Reflection: The work undertaken to solve this problem demonstrates why it is so important for GIS Professionals to be familiar with spatial and non-spatial data in visualizing statistics across space. Manipulation of tabular data is required to map anything other than Geographic Boundaries and whatever attributes are given with shapefiles/Feature Classes. There are a myriad of applications for the concepts utilized in this assignment; the basis of any thematic map relies upon the ability to join spatial data with different types of tabular information and make decisions regarding the classification of such data so a map is clear and organized in making its intended point.


LIDAR Time-Series Modeling of Coastal Change in Cape Lookout NC

Problem: Understanding how coastlines and barrier islands are shaped and impacted by sea level rise, increased frequency of strong storms, and other natural and man-made factors, remains a vital undertaking in the scientific community.
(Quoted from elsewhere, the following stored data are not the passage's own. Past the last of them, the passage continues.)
// secondStart converges the calculation of first again from the
// alternative starting guess, follows it through the stability check, and
// returns the lower of the two stable solutions. Its notices are recorded
// in the returned result and sent to opt.Log.
func secondStart(ctx context.Context, mol *molecule.Molecule, shells []basis.Shell, opt Options, first *Result) (*Result, error) {
	note := func(r *Result, format string, args ...any) {
		msg := fmt.Sprintf(format, args...)
		r.Fallbacks = append(r.Fallbacks, msg)
		if opt.Log != nil {
			opt.Log(msg)
		}
	}
	alt := alternativeGuess(opt.StartGuess)
	if first.restarted {
		note(first, "second-start search (open shell): the fallback ladder already restarted from the %s guess; not repeated", alt)
		return first, nil
	}
	note(first, "second-start search (open shell): converging again from the %s guess", alt)
	o2 := opt
	o2.StartGuess = alt
	o2.Log = nil // its notices are copied below, in order
	second, err := runLadder(ctx, mol, shells, o2)
	if err == nil && math.Abs(second.EnergyHartree-first.EnergyHartree) <= secondStartMargin {
		// The same solution (or a symmetry-equivalent one): its stability
		// is that of the first, already checked.
		for _, f := range second.Fallbacks {
			note(first, "second-start search: %s", f)
		}
		note(first, "second-start search: the %s guess converges to the same solution (%+.2e Eh) in %d iterations; keeping the first",
			alt, second.EnergyHartree-first.EnergyHartree, second.Iterations)
		return first, nil
	}
	if err == nil {
		second, err = stabilityStage(ctx, mol, shells, o2, second)
	}
	if err != nil {
		if ctx.Err() != nil {
			return first, ctx.Err()
		}
		if second != nil {
			for _, f := range second.Fallbacks {
				note(first, "second-start search: %s", f)
			}
		}
		note(first, "second-start search: the %s guess did not lead to a solution (%v); keeping %.10f Eh", alt, err, first.EnergyHartree)
		return first, nil
	}
	for _, f := range second.Fallbacks {
		note(first, "second-start search: %s", f)
	}
	firstOK := first.Stability != nil && first.Stability.Stable
	secondOK := second.Stability != nil && second.Stability.Stable
	if secondOK && (!firstOK || second.EnergyHartree < first.EnergyHartree-secondStartMargin) {
		second.Fallbacks = first.Fallbacks
		note(second, "second-start search: the %s guess leads to a lower stable solution, %.10f Eh (%.2e Eh below %.10f Eh from the %s guess); keeping it",
			alt, second.EnergyHartree, second.EnergyHartree-first.EnergyHartree, first.EnergyHartree, first.Guess)
		return second, nil
	}
	note(first, "second-start search: the %s guess ends at %.10f Eh (%+.2e Eh); keeping %.10f Eh from the %s guess",
		alt, second.EnergyHartree, second.EnergyHartree-first.EnergyHartree, first.EnergyHartree, first.Guess)
	return first, nil
}

// secondStartMargin (Eh) is how much lower the second start's solution must
// be to replace the first: below it the two are the same solution within
// the convergence thresholds.
const secondStartMargin = 1e-8

// problem is what every SCF iteration of one calculation shares: the basis,
// its one-electron matrices, the orthogonalizer and the Fock builder.
type problem struct {
	mol          *molecule.Molecule
	shells       []basis.Shell
	b            *integral.Basis
	n, m         int
	s, h, x      []float64
	jk           fockBuilder
	unrestricted bool
	na, nb       int
	nspin        int
	occ          [][]float64
	ax           float64
	dropped      int
}

// newProblem sets up the basis, the one-electron matrices and the Fock
// builder for a calculation.
func newProblem(ctx context.Context, mol *molecule.Molecule, shells []basis.Shell, opt Options) (*problem, error) {
	na, nb := mol.NumAlpha(), mol.NumBeta()
	if na+nb == 0 {
		return nil, fmt.Errorf("the molecule has no electrons (charge %+d): nothing to compute", mol.Charge)
	}
	p := &problem{mol: mol, shells: shells, na: na, nb: nb}
	p.unrestricted = opt.Unrestricted || na != nb
	p.b = integral.NewBasis(shells)
	n := p.b.NBF
	p.n = n
	if na > n {
		return nil, fmt.Errorf("%d α electrons do not fit in %d basis functions", na, n)
	}
	p.s = p.b.Overlap()
	p.h = p.b.Kinetic()
	charges, centers := nuclei(mol)
	v := p.b.Nuclear(charges, centers)
	for i := range p.h {
		p.h[i] += v[i]
	}
	var err error
	p.x, p.m, p.dropped, err = orthogonalizer(p.s, n, opt.LinearDependence)
	if err != nil {
		return nil, err
	}
	if na > p.m {
		return nil, fmt.Errorf("%d α electrons do not fit in %d linearly independent functions", na, p.m)
	}
	if opt.AuxShells != nil {
		p.jk, err = newFittedBuilder(ctx, p.b, integral.NewBasis(opt.AuxShells), opt.Threads, opt.Buffers)
	} else {
		p.jk, err = newJKBuilderLog(ctx, p.b, opt.Threads, opt.MemoryBytes, opt.Log)
	}
	if err != nil {
		return nil, err
	}
	p.nspin = 1
	if p.unrestricted {
		p.nspin = 2
	}
	p.occ = occupations(p.unrestricted, na, nb)
	p.ax = 1.0
	if opt.XC != nil {
		p.ax = opt.XC.ExactExchange()
	}
	return p, nil
}

// Rungs of the fallback ladder (see doc.go). When the last one stalls, the
// SCF restarts once from the other guess and climbs down the ladder again.
const (
	rungDIIS       = iota // Pulay DIIS
	rungLevelShift        // DIIS restarted with a virtual-orbital level shift
	rungADIIS             // ADIIS+DIIS blend, no level shift
)

// Stall windows: a rung is given up when the orbital gradient has not
// improved tenfold over this many iterations.
const (
	stallDIIS  = 8
	stallLater = 12
)

// runLadder is one SCF calculation (without the stability stage).
func runLadder(ctx context.Context, mol *molecule.Molecule, shells []basis.Shell, opt Options) (*Result, error) {
	start := time.Now()
	opt = withDefaults(opt)
	p, err := newProblem(ctx, mol, shells, opt)
	if err != nil {
		return nil, err
	}
	n, m, nspin := p.n, p.m, p.nspin
	res := &Result{
		Unrestricted:     p.unrestricted,
		NuclearRepulsion: mol.NuclearRepulsion(),
		NumAlpha:         p.na,
		NumBeta:          p.nb,
		NBF:              n,
		NMO:              m,
		NumDropped:       p.dropped,
		InCore:           p.jk.InCore(),

		StoredIntegralFraction: p.jk.StoredFraction(),
		AuxShells:              opt.AuxShells,
	}
	if fb, ok := p.jk.(*fittedBuilder); ok {
		res.Fit = fb.f
	}
	note := func(format string, args ...any) {
		msg := fmt.Sprintf(format, args...)
		res.Fallbacks = append(res.Fallbacks, msg)
		if opt.Log != nil {
			opt.Log(msg)
		}
	}

	// Starting density.
	var dens [][]float64
	guess := opt.StartGuess
	warm := false
	if g := opt.Guess; g != nil && g.NBF == n && len(g.Density) > 0 {
		warm = true
		dens = adaptDensity(g.Density, nspin)
		if len(g.Density) == nspin {
			// The density of a nearby geometry is not idempotent in
			// this geometry's overlap metric; purifying it removes the
			// first-order error that the moved basis functions make.
			for sp := range dens {
				dens[sp] = purifyDensity(dens[sp], p.s, n, p.occ[sp])
			}
		}
		res.Guess = "previous density"
	} else {
		dens, err = startingDensity(ctx, p, guess, opt)
		if err != nil {
			return nil, fmt.Errorf("starting guess: %w", err)
		}
		res.Guess = guess.String()
	}

	xcNow := opt.XC
	coarse := opt.XC != nil && opt.XCStart != nil && !warm
	if coarse {
		xcNow = opt.XCStart
	}
	acc := newDIIS(defaultDIISVectors)
	ad := newADIIS(defaultDIISVectors)
	var focks [][]float64
	prevE := 0.0
	bestErr := math.Inf(1)
	bestAt := 0
	rung := rungDIIS
	restarted := false // the restart from the other guess has been made
	rungStart := 1     // first iteration of the run (or since the restart)
	for it := 1; it <= opt.MaxIterations; it++ {
		if err := ctx.Err(); err != nil {
			return nil, err
		}
		var e float64
		focks, e, err = fockAndEnergy(ctx, p.jk, p.h, dens, p.ax, xcNow, p.unrestricted, res)
		if err != nil {
			return nil, err
		}
		e += res.NuclearRepulsion
		errv, maxErr := orbitalGradient(p, focks, dens)
		change := e - prevE
		if it == rungStart {
			change = e
		}
		res.EnergyHartree = e
		res.Iterations = it
		res.FinalGradient = maxErr
		shift := rung == rungLevelShift
		if opt.Progress != nil {
			opt.Progress(Iteration{Number: it, EnergyHartree: e, Change: change, Gradient: maxErr, LevelShift: shift, CoarseGrid: coarse})
		}
		if !coarse && it > rungStart && math.Abs(change) < opt.EnergyTolerance && maxErr < opt.GradientTolerance {
			res.Converged = true
			break
		}
		prevE = e
		if coarse && (maxErr < CoarseSwitchGradient || it >= coarseMaxIterations || (it-bestAt >= stallDIIS && maxErr >= bestErr/10)) {
			// Close enough on the coarse grid (or no longer improving
			// there): continue on the full grid with a fresh DIIS from
			// the density this Fock matrix gives.
			coarse, xcNow = false, opt.XC
			acc.reset()
			ad.reset()
			bestErr, bestAt = math.Inf(1), it
			rungStart = it + 1
			if err := p.occupy(dens, focks, false); err != nil {
				return nil, err
			}
			continue
		}
		// Stall detection: no tenfold improvement of the orbital gradient
		// within the rung's window moves one rung down the ladder.
		window := stallDIIS
		if rung != rungDIIS {
			window = stallLater
		}
		if maxErr < bestErr/10 || it == rungStart {
			bestErr, bestAt = maxErr, it
		} else if it-bestAt >= window && !(restarted && rung == rungADIIS) {
			acc.reset()
			ad.reset()
			bestErr, bestAt = maxErr, it
			if rung == rungADIIS {
				// Last rung: a fresh start from the other guess, which
				// climbs down the ladder again from plain DIIS (once).
				alt := alternativeGuess(guess)
				note("SCF iteration %d: ADIIS+DIIS stalled (orbital gradient %.1e, energy %.8f Eh); restarting from the %s guess with DIIS", it, maxErr, e, alt)
				dens, err = startingDensity(ctx, p, alt, opt)
				if err != nil {
					return nil, fmt.Errorf("restart guess: %w", err)
				}
				rung, restarted = rungDIIS, true
				res.restarted = true
				rungStart = it + 1
				continue
			}
			rung++
			switch rung {
			case rungLevelShift:
				note("SCF iteration %d: DIIS stalled (orbital gradient %.1e); level shift %.2f Eh on, DIIS restarted", it, maxErr, levelShiftHartree)
			case rungADIIS:
				note("SCF iteration %d: level-shifted DIIS stalled (orbital gradient %.1e); switching to ADIIS+DIIS", it, maxErr)
			}
		}
		shift = rung == rungLevelShift
		acc.push(focks, errv)
		use := focks
		if rung >= rungADIIS {
			ad.push(dens, focks)
			use = blendADIIS(acc, ad, focks, maxErr)
		} else if it > rungStart {
			if ex := acc.extrapolate(); ex != nil {
				use = ex
			}
		}
		if err := p.occupy(dens, use, shift && it > rungStart); err != nil {
			return nil, err
		}
	}
	// Final orbitals from the last (unshifted, unextrapolated) Fock matrices.
	if err := p.finish(res, focks, dens); err != nil {
		return nil, err
	}
	res.Wall = time.Since(start)
	if !res.Converged {
		return res, fmt.Errorf("%w in %d iterations (last energy %.10f Eh, orbital gradient %.2e, energy change above %.0e Eh or gradient above %.0e)",
			ErrNotConverged, res.Iterations, res.EnergyHartree, res.FinalGradient, opt.EnergyTolerance, opt.GradientTolerance)
	}
	return res, nil
}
As we continue to populate coastal areas that are under threat of change in sea level, there is a pressing need to collect and examine data detailing how coastline and barrier islands have changed. Using high-density lidar point cloud data from multiple years, this project follows the methods and workflow outlined in the work ‘GIS-based Analysis of Coastal Lidar Time-Series’ by Hardin, Mitasova, Tateosian, and Overton, to identify spatial patterns through the examination of lidar time-series data for Cape Lookout of North Carolina.
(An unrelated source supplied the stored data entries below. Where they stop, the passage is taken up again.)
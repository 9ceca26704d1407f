package scf

import (
	"context"
	"math"
	"testing"

	"poise/energy/basis"
)

// energyAt returns the SCF energy functional at the given spin densities.
func energyAt(t *testing.T, p *problem, opt Options, dens [][]float64) float64 {
	t.Helper()
	var r Result
	_, e, err := fockAndEnergy(context.Background(), p.jk, p.h, dens, p.ax, opt.XC, true, &r)
	if err != nil {
		t.Fatal(err)
	}
	return e
}

// checkCurvature compares the lowest Hessian eigenvalue with the second
// derivative of the energy along the eigenvector. With φ_i → φ_i + t·Σ_a
// x_ia φ_a (orthonormalized; exp(κ) to second order), the energy of a real
// rotation is E0 + κᵀ(A+B)κ to second order, so d²E/dt² = 4λ for the
// restricted → unrestricted (triplet) vector (α by +x, β by −x, each of unit
// norm) and 2λ for an unrestricted vector of unit norm (R. Seeger,
// J. A. Pople, J. Chem. Phys. 66, 3045 (1977)).
func checkCurvature(t *testing.T, name string, atoms []atomSpec, basisName string, mult int, opt Options) {
	m := mol(t, atoms, false, 0, mult)
	set, err := basis.Load(basisName)
	if err != nil {
		t.Fatal(err)
	}
	sh, err := set.Shells(m, basis.Default)
	if err != nil {
		t.Fatal(err)
	}
	ctx := context.Background()
	res, err := Run(ctx, m, sh, opt)
	if err != nil {
		t.Fatal(err)
	}
	st, err := CheckStability(ctx, m, sh, opt, res)
	if err != nil {
		t.Fatal(err)
	}
	wd := withDefaults(opt)
	wd.Unrestricted = true
	p, err := newProblem(ctx, m, sh, wd)
	if err != nil {
		t.Fatal(err)
	}
	const step = 1e-3
	e0 := energyAt(t, p, opt, rotatedState(p, res, st, 0).Density)
	ep := energyAt(t, p, opt, rotatedState(p, res, st, step).Density)
	em := energyAt(t, p, opt, rotatedState(p, res, st, -step).Density)
	curv := (ep + em - 2*e0) / (step * step)
	factor := 2.0
	if !res.Unrestricted {
		factor = 4
	}
	want := factor * st.LowestEigenvalueHartree
	t.Logf("%s: λ = %.6f Eh, d²E/dt² = %.6f, %g·λ = %.6f (%d products)", name, st.LowestEigenvalueHartree, curv, factor, want, st.Products)
	if math.Abs(curv-want) > 2e-3*math.Max(1, math.Abs(want)) {
		t.Errorf("%s: d²E/dt² = %.6f along the lowest eigenvector, want %g·λ = %.6f", name, curv, factor, want)
	}
}

func TestStabilityHessianCurvatureHF(t *testing.T) {
	h := 0.5 * 104.48 * math.Pi / 180
	r := 1.8 * 0.9578 // water with both bonds stretched 1.8× (unstable RHF)
	water := []atomSpec{{"O", 0, 0, 0}, {"H", r * math.Sin(h), 0, r * math.Cos(h)}, {"H", -r * math.Sin(h), 0, r * math.Cos(h)}}
	checkCurvature(t, "RHF water 1.8x", water, "6-31g", 1, Options{})
	// NH2 ²B1 (r 1.024 Å, 103.4°; from memory): no degenerate open shell,
	// so the lowest internal eigenvalue is not a zero mode.
	a := 0.5 * 103.4 * math.Pi / 180
	nh2 := []atomSpec{{"N", 0, 0, 0}, {"H", 1.024 * math.Sin(a), 0, 1.024 * math.Cos(a)}, {"H", -1.024 * math.Sin(a), 0, 1.024 * math.Cos(a)}}
	checkCurvature(t, "UHF NH2", nh2, "6-31g", 2, Options{})
}

// TestSecondStartFindsLowerOpenShell: UHF CN (doublet) has two stable
// solutions, the ²Σ⁺-like …1π⁴5σ¹ and, above it, the ²Π-like …1π³5σ²
// (experimentally X²Σ⁺ is the ground state and A²Π lies about 1.1 eV
// higher; from memory). Converged from a ²Π-like start, the SCF stays in
// the upper solution (after following its symmetry-breaking instability),
// which the stability check passes; the second-start
// search must replace it with the lower one, which the atomic-density
// guess reaches, and say so.
func TestSecondStartFindsLowerOpenShell(t *testing.T) {
	m := mol(t, []atomSpec{{"C", 0, 0, 0}, {"N", 0, 0, 1.1718}}, false, 0, 2)
	set, err := basis.Load("6-31g*")
	if err != nil {
		t.Fatal(err)
	}
	sh, err := set.Shells(m, basis.Default)
	if err != nil {
		t.Fatal(err)
	}
	ctx := context.Background()
	sigma, err := Run(ctx, m, sh, Options{Stability: StabilityCheck})
	if err != nil {
		t.Fatal(err)
	}
	// ²Π-like start: β electron moved from the highest occupied (π)
	// orbital to the lowest virtual (5σ) one.
	n, nmo := sigma.NBF, sigma.NMO
	pick := func(c []float64, cols []int) []float64 {
		d := make([]float64, n*n)
		for _, k := range cols {
			for mu := 0; mu < n; mu++ {
				for nu := 0; nu < n; nu++ {
					d[mu*n+nu] += c[mu*nmo+k] * c[nu*nmo+k]
				}
			}
		}
		return d
	}
	var colsA, colsB []int
	for k := 0; k < sigma.NumAlpha; k++ {
		colsA = append(colsA, k)
	}
	for k := 0; k < sigma.NumBeta-1; k++ {
		colsB = append(colsB, k)
	}
	colsB = append(colsB, sigma.NumBeta)
	start := &State{NBF: n, Density: [][]float64{pick(sigma.Coefficients[0], colsA), pick(sigma.Coefficients[1], colsB)}}
	opt := Options{Stability: StabilityFollow, Guess: start} // warm start: no second start
	pi, err := Run(ctx, m, sh, opt)
	if err != nil {
		t.Fatal(err)
	}
	t.Logf("²Σ⁺-like %.10f Eh (λ %.5f), ²Π-like start → %.10f Eh (λ %.5f, ⟨S²⟩ %.4f)", sigma.EnergyHartree,
		sigma.Stability.LowestEigenvalueHartree, pi.EnergyHartree, pi.Stability.LowestEigenvalueHartree, pi.S2)
	if !sigma.Stability.Stable || !pi.Stability.Stable || pi.EnergyHartree < sigma.EnergyHartree+1e-3 {
		t.Fatalf("want two stable UHF solutions, the ²Π-like one higher: %.10f (stable %v) and %.10f (stable %v)",
			sigma.EnergyHartree, sigma.Stability.Stable, pi.EnergyHartree, pi.Stability.Stable)
	}
	before := len(pi.Fallbacks)
	var logged []string
	follow := Options{Stability: StabilityFollow, StartGuess: GuessHuckel, Log: func(s string) { logged = append(logged, s) }}
	if !wantSecondStart(m, follow, pi) {
		t.Fatal("the second-start search is not asked for an open shell in follow mode")
	}
	best, err := secondStart(ctx, m, sh, follow, pi)
	if err != nil {
		t.Fatal(err)
	}
	for _, s := range logged {
		t.Log("  ", s)
	}
	if math.Abs(best.EnergyHartree-sigma.EnergyHartree) > 1e-8 {
		t.Errorf("second-start search ends at %.10f Eh, want the lower solution %.10f Eh", best.EnergyHartree, sigma.EnergyHartree)
	}
	if len(logged) == 0 || len(logged) != len(best.Fallbacks)-before {
		t.Errorf("search notices: %d logged, %d recorded", len(logged), len(best.Fallbacks))
	}
}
Analysis Procedures: To truly leverage the output of a Time Series analysis we wanted to examine the core and envelope surfaces, which bound terrain evolution within the study period. Put more simply, we want to view the areas of Cape Lookout that were constant throughout our study period alongside those which varied over time. The core surface is generated through the minimum elevation across the study period while the envelope represents the max elevation across the study period.
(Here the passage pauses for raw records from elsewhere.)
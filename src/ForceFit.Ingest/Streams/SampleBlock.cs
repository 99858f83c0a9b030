namespace ForceFit.Ingest.Streams;

/// <summary>A block of samples in SI, reused from block to block (no allocation per sample).</summary>
public sealed class SampleBlock
{
    /// <summary>Creates a block with room for <paramref name="capacity"/> samples.</summary>
    public SampleBlock(int capacity)
    {
        Time = new double[capacity];
        Piezo = new double[capacity];
        Bias = new double[capacity];
        Signal = new double[capacity];
        Lines = new long[capacity];
    }

    /// <summary>Time (s).</summary>
    public double[] Time { get; }
    /// <summary>Recorded piezo reading (m).</summary>
    public double[] Piezo { get; }
    /// <summary>Recorded bias (V).</summary>
    public double[] Bias { get; }
    /// <summary>Signal: frequency (Hz) or deflection (V, or a pure number).</summary>
    public double[] Signal { get; }
    /// <summary>The 1-based line of each sample (CSV) or its 0-based index (HDF5).</summary>
    public long[] Lines { get; }
    /// <summary>Samples in the block.</summary>
    public int Count { get; set; }
    /// <summary>Room in the block.</summary>
    public int Capacity => Time.Length;
}

/// <summary>A source of samples for one run: CSV/TSV or HDF5.</summary>
public interface ISampleSource : IDisposable
{
    /// <summary>Fills the block; returns false when there are no more samples.</summary>
    bool Read(SampleBlock block);

    /// <summary>Bytes of the input consumed so far (for progress).</summary>
    long BytesRead { get; }

    /// <summary>Total bytes of the input.</summary>
    long Length { get; }

    /// <summary>Warnings met so far (a truncated last line, ...).</summary>
    IReadOnlyList<string> Warnings { get; }
}

/// <summary>The four channels a sample source reads, in order: time, piezo, bias and the mode's signal.</summary>
public static class MappedChannels
{
    /// <summary>The run's column settings for time, piezo, bias and signal (frequency or deflection by mode).</summary>
    public static ForceFit.Ingest.RunFiles.ColumnSettings[] Of(ForceFit.Ingest.RunFiles.RunSettings run)
    {
        var signal = run.Instrument.Mode == ForceFit.Ingest.RunFiles.InstrumentMode.Deflection ? run.Columns.Deflection! : run.Columns.Frequency!;
        return [run.Columns.Time, run.Columns.Piezo, run.Columns.Bias, signal];
    }
}

/// <summary>
/// Where a run's four channels sit in a delimited file: the header (delimiter, columns, its line), each channel's
/// column index, name and factor to SI. Building it checks that every mapped column exists.
/// </summary>
/// <param name="Header">The file's header.</param>
/// <param name="Index">Column index of time, piezo, bias and signal.</param>
/// <param name="ToSi">Factor to SI of each of the four.</param>
/// <param name="Names">Column name of each of the four.</param>
public sealed record CsvLayout(ForceFit.Ingest.Data.DataFileHeader Header, int[] Index, double[] ToSi, string[] Names)
{
    /// <summary>The delimiter as a byte.</summary>
    public byte Separator => (byte)Header.Delimiter;

    /// <summary>Fields per row.</summary>
    public int FieldCount => Header.Columns.Count;

    /// <summary>Reads the header of the run's data file and maps the channels; problems name the file and column.</summary>
    public static CsvLayout For(ForceFit.Ingest.RunFiles.RunSettings run)
    {
        var header = ForceFit.Ingest.Data.DataFileProbe.ReadHeader(run.DataFile);
        var missing = ForceFit.Ingest.Data.DataFileProbe.CheckColumns(run);
        if (missing.Count > 0) throw new ForceFit.Core.Problems.InputException(missing);
        var columns = MappedChannels.Of(run);
        var names = header.Columns.ToList();
        return new CsvLayout(header, columns.Select(c => names.IndexOf(c.Name)).ToArray(),
            columns.Select(c => c.Unit.ToSi).ToArray(), columns.Select(c => c.Name).ToArray());
    }
}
The first image in the results section below depicts the 3D visualization as well as a cross section view of the core and envelope. The 3D image depicts the core and envelope with z=3 to effectively display the surfaces. Another key piece of analysis relies on the 3D Visualization of Historic Shoreline Contour Lines.

The second image below was generated based on a historic shoreline feature dataset produced by the North Carolina Department of Environmental Quality (NCDEQ). These shoreline features include shoreline outside our study area, but they provide a far more detailed and clear view of how the lidar-based contour shorelines shifted from year to year. The NCDEQ line features are derived from lidar and orthophotos from 1998, 2004, 2009, 2010, 2012, and 2016. After filtering the features to the desired time range and general study area, we exported each year individually and displayed them in ArcScene using z-factor offsets spanning 0 to 500 and extrusion factors of 100. This process improves the ability for visual inspection of changing coastal features from a 2-dimensional overlay of contour shoreline features, and clearly delineates each year’s shoreline features from the rest.

Results:

3D View of Core and Envelope Surfaces
Cape Lookout, NC Historic Shoreline Contours in 3D

Reflection: The results of our work indicate there is a significant amount of change occurring on Cape Lookout over time, both in elevation and in shoreline position. We were able to capture the Eastern directional shift of Cape Lookout Shoals across our study period, as well as the increase in elevation values along the Southwest and Southeast-facing coastlines. Working with lidar data to study these changes in Cape Lookout provided an excellent opportunity to explore how lidar and remotely sensed data can be processed and leveraged. This knowledge and use of lidar is not limited to coastal areas either. For example, it can be used to study mountain range elevation change, generate 3D models of real-world objects like buildings, or even map and model archeological sites.